4. **TDD first.** Add focused bridge adapter tests before production wiring.
5. **Repository-local seam only.** Where external SuperRPA browser-host code is unavailable here, encode the contract in narrow adapters and tests instead of guessing internals.
## Testing implications
The bridge path changes what “proof” looks like.
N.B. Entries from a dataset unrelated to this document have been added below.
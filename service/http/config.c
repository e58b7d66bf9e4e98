/*
 * config.c — server configuration from defaults, GASCYCLED_* environment
 * variables and command-line flags (see http.h). One table lists every
 * option with its flag, variable, default and help text; --help is printed
 * from it, so the documentation cannot drift from what is parsed.
 * Flags take their value as "--flag value" or "--flag=value".
 */
#include "http/http.h"
#include "http/log.h"

#include <arpa/inet.h>
#include <ctype.h>
#include <errno.h>
#include <stdio.h>
#include <stdlib.h>
#include <string.h>
#include <strings.h>
#include <unistd.h>

#ifndef GC_VERSION
#define GC_VERSION "0.0.0"
#endif
#ifndef GC_GIT_REV
#define GC_GIT_REV "unknown"
#endif

#define MAX_BODY_LIMIT ((size_t)1 << 30)   /* bytes: 1 GiB, far above any real request */

typedef int (*apply_fn)(gc_http_config *cfg, const char *val, char *err, size_t err_len);

typedef struct option_spec {
    const char *flag;       /* "--port" */
    const char *env;        /* "GASCYCLED_PORT" */
    const char *metavar;    /* NULL for a switch without a value */
    const char *def;        /* default, as shown in --help */
    const char *help;
    apply_fn apply;
} option_spec;

/* Parses a whole decimal number (digits only) no larger than max. */
static int parse_uint(const char *s, unsigned long long max, unsigned long long *out)
{
    unsigned long long v = 0;
    if (!s || !*s)
        return -1;
    for (const char *p = s; *p; p++) {
        if (*p < '0' || *p > '9')
            return -1;
        unsigned d = (unsigned)(*p - '0');
        if (v > (max - d) / 10)
            return -1;
        v = v * 10 + d;
    }
    *out = v;
    return 0;
}

static int apply_listen(gc_http_config *cfg, const char *val, char *err, size_t err_len)
{
    unsigned char buf[sizeof(struct in6_addr)];
    const char *addr = val;
    if (strcmp(val, "localhost") == 0)
        addr = "127.0.0.1";
    if (strlen(addr) >= sizeof cfg->listen ||
        (inet_pton(AF_INET, addr, buf) != 1 && inet_pton(AF_INET6, addr, buf) != 1)) {
        snprintf(err, err_len, "\"%s\" is not an IPv4 or IPv6 address (e.g. 127.0.0.1, 0.0.0.0, ::1)", val);
        return -1;
    }
    snprintf(cfg->listen, sizeof cfg->listen, "%s", addr);
    return 0;
}

static int apply_port(gc_http_config *cfg, const char *val, char *err, size_t err_len)
{
    unsigned long long v;
    if (parse_uint(val, 65535, &v) != 0) {
        snprintf(err, err_len, "\"%s\" is not a port number (0..65535, 0 = any free port)", val);
        return -1;
    }
    cfg->port = (unsigned)v;
    return 0;
}

static int apply_threads(gc_http_config *cfg, const char *val, char *err, size_t err_len)
{
    unsigned long long v;
    if (parse_uint(val, 1024, &v) != 0 || v < 1) {
        snprintf(err, err_len, "\"%s\" is not a thread count (1..1024)", val);
        return -1;
    }
    cfg->threads = (unsigned)v;
    return 0;
}

/* A size in bytes with an optional 1024-based suffix (k, M, G), 1 to 1G. */
static int parse_size(const char *val, size_t *out)
{
    char digits[32];
    size_t n = 0;
    unsigned long long v, mult = 1;
    while (val[n] >= '0' && val[n] <= '9' && n < sizeof digits - 1) {
        digits[n] = val[n];
        n++;
    }
    digits[n] = '\0';
    const char *suf = val + n;
    if (*suf == '\0' || strcmp(suf, "B") == 0)
        mult = 1;
    else if (!strcmp(suf, "k") || !strcmp(suf, "K") || !strcmp(suf, "KiB") || !strcmp(suf, "kB"))
        mult = 1024;
    else if (!strcmp(suf, "m") || !strcmp(suf, "M") || !strcmp(suf, "MiB") || !strcmp(suf, "MB"))
        mult = 1024 * 1024;
    else if (!strcmp(suf, "g") || !strcmp(suf, "G") || !strcmp(suf, "GiB") || !strcmp(suf, "GB"))
        mult = 1024 * 1024 * 1024;
    else
        mult = 0;
    if (mult == 0 || parse_uint(digits, MAX_BODY_LIMIT, &v) != 0 || v < 1 ||
        v > MAX_BODY_LIMIT / mult)
        return -1;
    *out = (size_t)(v * mult);
    return 0;
}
### Required proof for the next slice
The next implementation slice must prove:
- a browser action can be emitted onto the bridge contract deterministically
- the bridge adapter maps replies/errors back into `BrowserBackend` semantics
- compat/runtime can use the bridge-backed backend without pipe regression
### No longer required for acceptance
The next slice does **not** need to prove that raw websocket business frames work directly against `ws://127.0.0.1:12345`, because the current evidence rejected that path as the mainline assumption.
## Acceptance criteria for this design decision
This design is correct only if future implementation follows all of these:
1. The next production slice targets the browser-host bridge path rather than raw external websocket business frames.
2. The raw websocket probe tooling remains diagnostic only.
3. Existing pipe behavior stays unchanged.
4. The next implementation plan identifies a narrow bridge-backed adapter, not a broad architecture rewrite.
5. Future success claims are based on bridge-path execution evidence, not on reinterpreting the existing raw-websocket transcript.
## Consequences
### Positive
- Aligns implementation with the strongest evidence already in the repo
- Stops further speculative coding on the wrong control surface
- Preserves existing ws probe work as useful diagnostics
- Keeps the next slice narrow and testable
### Trade-off
- Requires an additional adapter design step before more production code can land
- Defers any hope that a small websocket tweak alone will unlock the real browser path
That trade-off is correct, because the current blocker is no longer a small protocol bug. It is an integration-surface mismatch.